▸ **Problem to solve**:
Only the number is wanted: how many lines of these entries contain the word "dose"?

[Saved entries]
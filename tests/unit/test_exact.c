/* SPDX-License-Identifier: GPL-3.0-or-later */
/* test_exact.c: posteriors against brute-force integration written here from the model alone, with
 * dense matrices (GSL) and libm, nothing of the engine: probabilities within 0.002.
 *
 * Continuous, emax: grid over (ln ED50, ln sd), two coefficients exact (Lindley & Smith 1972, JRSS
 * B 34:1). ndlm: grid over (drift sd, ln sd), level means by the dense multivariate normal. Binary
 * emax: grid over all three unknowns.
 */
#include <gsl/gsl_cdf.h>
#include <gsl/gsl_linalg.h>
#include <gsl/gsl_randist.h>
#include <math.h>

#include "posterior/posterior.h"
#include "small_design.h"
#include "unit.h"

enum { K = 5, DRAWS = 256000 };

static const double dose[K] = {0, 10, 20, 30, 50};

struct exact {
    double mean[K], sd[K], positive[K]; /* theta; Pr(theta_k > theta_0) */
    double top_is[K]; /* Pr(level k is the lowest with >= 90% of the largest gain) */
};

struct observed {
    double n[K], mean[K], ss[K], events[K];
};

static const struct observed informative = {
    {12, 12, 12, 12, 12}, {0.1, 1.4, 2.2, 2.3, 2.6}, {30, 41, 38, 29, 35}, {2, 5, 6, 7, 8}};
static const struct observed flat = {
    {9, 9, 0, 9, 9}, {0.2, -0.1, 0, 0.1, 0.0}, {20, 25, 0, 22, 18}, {3, 3, 0, 4, 3}};

static struct level_data as_level_data(const struct observed *o, struct observed *copy)
{
    *copy = *o;
    return (struct level_data){K, copy->n, copy->n, copy->mean, copy->ss, copy->events};
}

/* normal posterior of K means: prior N(m, V), data mean_k ~ N(theta_k, sd^2 / n_k); returns the log
 * marginal likelihood */
static double dense_normal(const struct observed *o, double sd, const gsl_vector *m,
                           const gsl_matrix *V, gsl_vector *mean, gsl_matrix *covariance)
{
    size_t with[K], rows = 0;
    for (size_t k = 0; k < K; k++)
        if (o->n[k] > 0)
            with[rows++] = k;
    gsl_matrix *S = gsl_matrix_alloc(rows, rows), *G = gsl_matrix_alloc(rows, K);
    gsl_vector *r = gsl_vector_alloc(rows), *solved = gsl_vector_alloc(rows);
    double log_marginal = 0.0;
    for (size_t a = 0; a < rows; a++) {
        for (size_t b = 0; b < rows; b++)
            gsl_matrix_set(S, a, b,
                           gsl_matrix_get(V, with[a], with[b]) +
                               (a == b ? sd * sd / o->n[with[a]] : 0.0));
        for (size_t k = 0; k < K; k++)
            gsl_matrix_set(G, a, k, gsl_matrix_get(V, with[a], k));
        gsl_vector_set(r, a, o->mean[with[a]] - gsl_vector_get(m, with[a]));
        log_marginal -= (o->n[with[a]] - 1.0) * log(sd) + o->ss[with[a]] / (2.0 * sd * sd);
    }
    gsl_linalg_cholesky_decomp1(S);
    gsl_linalg_cholesky_solve(S, r, solved);
    for (size_t a = 0; a < rows; a++)
        log_marginal -=
            log(gsl_matrix_get(S, a, a)) + 0.5 * gsl_vector_get(r, a) * gsl_vector_get(solved, a);
    for (size_t k = 0; k < K; k++) {
        double value = gsl_vector_get(m, k);
        for (size_t a = 0; a < rows; a++)
            value += gsl_matrix_get(G, a, k) * gsl_vector_get(solved, a);
        gsl_vector_set(mean, k, value);
    }
    for (size_t j = 0; j < K; j++) {
        gsl_vector_view column = gsl_matrix_column(G, j);
        gsl_linalg_cholesky_solve(S, &column.vector, solved);
        for (size_t k = 0; k < K; k++) {
            double value = gsl_matrix_get(V, k, j);
            for (size_t a = 0; a < rows; a++)
                value -= gsl_matrix_get(G, a, k) * gsl_vector_get(solved, a);
            gsl_matrix_set(covariance, k, j, value);
        }
    }
    gsl_matrix_free(S);
    gsl_matrix_free(G);
    gsl_vector_free(r);
    gsl_vector_free(solved);
    /* the scale of sums over n observations: n sd^-n in all, n - 1 of it above */
    for (size_t k = 0; k < K; k++)
        log_marginal += o->n[k] > 0 ? 0.5 * log(1.0 / o->n[k]) : 0.0;
    return log_marginal;
}

/* Prior covariance of the level means given the shape number; defaults for range [-8, 8]: A = 4, C
 * = 0. */
static void emax_prior(double ed50, gsl_matrix *V)
{
    for (size_t a = 0; a < K; a++)
        for (size_t b = 0; b < K; b++)
            gsl_matrix_set(V, a, b,
                           16.0 + 16.0 * dose[a] / (ed50 + dose[a]) * dose[b] / (ed50 + dose[b]));
}

static void walk_prior(double drift, gsl_matrix *V)
{
    for (size_t a = 0; a < K; a++)
        for (size_t b = 0; b < K; b++)
            gsl_matrix_set(V, a, b, 16.0 + drift * drift * (double)(a < b ? a : b));
}

static size_t ed90_level(double ed50)
{
    const double most = dose[K - 1] / (ed50 + dose[K - 1]);
    for (size_t k = 1; k < K; k++)
        if (dose[k] / (ed50 + dose[k]) >= 0.9 * most)
            return k;
    return K - 1;
}

static void add_point(struct exact *x, double w, const gsl_vector *mean, const gsl_matrix *C)
{
    for (size_t k = 0; k < K; k++) {
        const double m = gsl_vector_get(mean, k), v = gsl_matrix_get(C, k, k);
        x->mean[k] += w * m;
        x->sd[k] += w * (m * m + v);
        const double difference = m - gsl_vector_get(mean, 0);
        const double variance = v + gsl_matrix_get(C, 0, 0) - 2.0 * gsl_matrix_get(C, 0, k);
        if (k > 0)
            x->positive[k] += w * gsl_cdf_ugaussian_P(difference / sqrt(fmax(variance, 1e-30)));
    }
}

static void finish(struct exact *x, double total)
{
    for (size_t k = 0; k < K; k++) {
        x->mean[k] /= total;
        x->sd[k] = sqrt(x->sd[k] / total - x->mean[k] * x->mean[k]);
        x->positive[k] /= total;
        x->top_is[k] /= total;
    }
}

/* integral over (shape, ln sd); sd ~ half_normal(4) */
static struct exact exact_continuous(const struct observed *o, bool emax)
{
    enum { S = 300, T = 120 };
    struct exact x = {{0}, {0}, {0}, {0}};
    gsl_vector *m = gsl_vector_calloc(K), *mean = gsl_vector_alloc(K);
    gsl_matrix *V = gsl_matrix_alloc(K, K), *C = gsl_matrix_alloc(K, K);
    double total = 0.0, shift = NAN;
    for (size_t i = 0; i < S; i++) {
        const double u = ((double)i + 0.5) / S;
        /* emax: ln ED50 ~ N(ln sqrt(500), 1) over +-5 sd; walk: drift ~ half_normal(4 / sqrt 4) */
        const double c = emax ? -5.0 + 10.0 * u : 5.0 * u;
        const double shape = emax ? sqrt(500.0) * exp(c) : 2.0 * c;
        emax ? emax_prior(shape, V) : walk_prior(shape, V);
        for (size_t j = 0; j < T; j++) {
            const double ln_sd = log(1.7) - 1.2 + 2.4 * ((double)j + 0.5) / T, sd = exp(ln_sd);
            const double lp =
                dense_normal(o, sd, m, V, mean, C) - 0.5 * c * c + ln_sd - 0.5 * sd * sd / 16.0;
            if (shift != shift)
                shift = lp;
            const double w = exp(lp - shift);
            total += w;
            add_point(&x, w, mean, C);
            if (emax) { /* all gains share the sign of Emax */
                const double gain = gsl_vector_get(mean, K - 1) - gsl_vector_get(mean, 0);
                const double v = gsl_matrix_get(C, K - 1, K - 1) + gsl_matrix_get(C, 0, 0) -
                                 2.0 * gsl_matrix_get(C, 0, K - 1);
                x.top_is[ed90_level(shape)] += w * gsl_cdf_ugaussian_P(gain / sqrt(v));
            }
        }
    }
    finish(&x, total);
    gsl_vector_free(m);
    gsl_vector_free(mean);
    gsl_matrix_free(V);
    gsl_matrix_free(C);
    return x;
}

/* binary emax: E0, Emax ~ N(0, 1.5), ln ED50 as above; the whole cube on a grid */
static struct exact exact_binary(const struct observed *o)
{
    enum { S = 120 };
    struct exact x = {{0}, {0}, {0}, {0}};
    double total = 0.0;
    for (size_t i = 0; i < S; i++) {
        const double c = -5.0 + 10.0 * ((double)i + 0.5) / S, ed50 = sqrt(500.0) * exp(c);
        for (size_t j = 0; j < S; j++)
            for (size_t l = 0; l < S; l++) {
                const double e0 = -6.0 + 12.0 * ((double)j + 0.5) / S;
                const double emax = -7.5 + 15.0 * ((double)l + 0.5) / S;
                double lp = -0.5 * c * c - 0.5 * (e0 * e0 + emax * emax) / 2.25, theta[K];
                for (size_t k = 0; k < K; k++) {
                    theta[k] = e0 + emax * dose[k] / (ed50 + dose[k]);
                    lp += o->events[k] * theta[k] - o->n[k] * log1p(exp(theta[k]));
                }
                const double w = exp(lp + 25.0);
                total += w;
                for (size_t k = 0; k < K; k++) {
                    x.mean[k] += w * theta[k];
                    x.sd[k] += w * theta[k] * theta[k];
                    x.positive[k] += k > 0 && emax > 0 ? w : 0.0;
                }
            }
    }
    finish(&x, total);
    return x;
}

static struct posterior *fitted(struct design *d, const struct observed *o, struct observed *copy,
                                struct level_data *x, struct plan **plan)
{
    struct err e = ERR_INIT;
    *x = as_level_data(o, copy);
    *plan = plan_new(d, &d->model);
    struct posterior *p = posterior_new(*plan);
    CU_ASSERT_EQUAL_FATAL(posterior_start(p, x, (struct rng_key){.seed = 3}, &e), STATUS_OK);
    return p;
}

static void compare(const struct draws *r, const struct exact *x, bool ed90)
{
    for (size_t k = 0; k < K; k++) {
        const double *row = r->link + k * r->stride, *first = r->link;
        double sum = 0, squares = 0, positive = 0, top = 0;
        for (size_t i = 0; i < r->n; i++) {
            sum += row[i];
            squares += row[i] * row[i];
            positive += row[i] > first[i] ? 1.0 : 0.0;
            if (ed90 && r->link[(K - 1) * r->stride + i] > first[i] && k > 0) {
                const double bar = 0.9 * (r->link[(K - 1) * r->stride + i] - first[i]);
                top += row[i] - first[i] >= bar && (k == 1 || row[i - r->stride] - first[i] < bar)
                           ? 1.0
                           : 0.0;
            }
        }
        const double n = (double)r->n, mean = sum / n, sd = sqrt(squares / n - mean * mean);
        const double near = (unit_fast() ? 0.06 : 0.02) * x->sd[k];
        CU_ASSERT_DOUBLE_EQUAL(mean, x->mean[k], near);
        CU_ASSERT_DOUBLE_EQUAL(sd, x->sd[k], near);
        const double allowed = unit_fast() ? 0.02 : 0.002 + 3e-3; /* and 3 Monte Carlo errors */
        if (k > 0)
            CU_ASSERT_DOUBLE_EQUAL(positive / n, x->positive[k], allowed);
        if (ed90 && k > 0)
            CU_ASSERT_DOUBLE_EQUAL(top / n, x->top_is[k], allowed);
    }
}

/* the sampler, the slice sampler and the second method, all against the integral */
static void all_methods(const char *curve, bool binary, const struct observed *o,
                        const struct exact *x, bool ed90)
{
    struct design *d = small_design(curve, binary, K, "", "");
    struct observed copy;
    struct level_data data;
    struct plan *plan;
    const char *name;
    struct posterior *p = fitted(d, o, &copy, &data, &plan);
    posterior_extend(p, unit_fast() ? DRAWS / 8 : DRAWS);
    struct draws r = posterior_draws(p);
    compare(&r, x, ed90);
    r = posterior_second(p, &name);
    CU_ASSERT_STRING_EQUAL(name, "quadrature");
    compare(&r, x, ed90);
    posterior_use_slice(p);
    posterior_extend(p, unit_fast() ? DRAWS / 8 : DRAWS / 2);
    r = posterior_draws(p);
    compare(&r, x, ed90);
    posterior_free(p);
    plan_free(plan);
    design_free(d);
}

static void emax_informative(void)
{
    const struct exact x = exact_continuous(&informative, true);
    all_methods("emax", false, &informative, &x, true);
}

static void emax_flat(void)
{
    const struct exact x = exact_continuous(&flat, true);
    all_methods("emax", false, &flat, &x, true);
}

static void walk_informative(void)
{
    const struct exact x = exact_continuous(&informative, false);
    all_methods("ndlm", false, &informative, &x, false);
}

static void walk_flat(void)
{
    const struct exact x = exact_continuous(&flat, false);
    all_methods("ndlm", false, &flat, &x, false);
}

static void binary_informative(void)
{
    const struct exact x = exact_binary(&informative);
    all_methods("emax", true, &informative, &x, false);
}

static void binary_flat(void)
{
    const struct exact x = exact_binary(&flat);
    all_methods("emax", true, &flat, &x, false);
}

static const struct unit_test tests[] = {
    {"emax, continuous, informative", emax_informative},
    {"emax, continuous, flat with an empty level", emax_flat},
    {"ndlm, continuous, informative", walk_informative},
    {"ndlm, continuous, flat with an empty level", walk_flat},
    {"emax, binary, informative", binary_informative},
    {"emax, binary, flat with an empty level", binary_flat},
    UNIT_END,
};

int main(void)
{
    return unit_main("exact", tests);
}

▸ **Task answer**:
5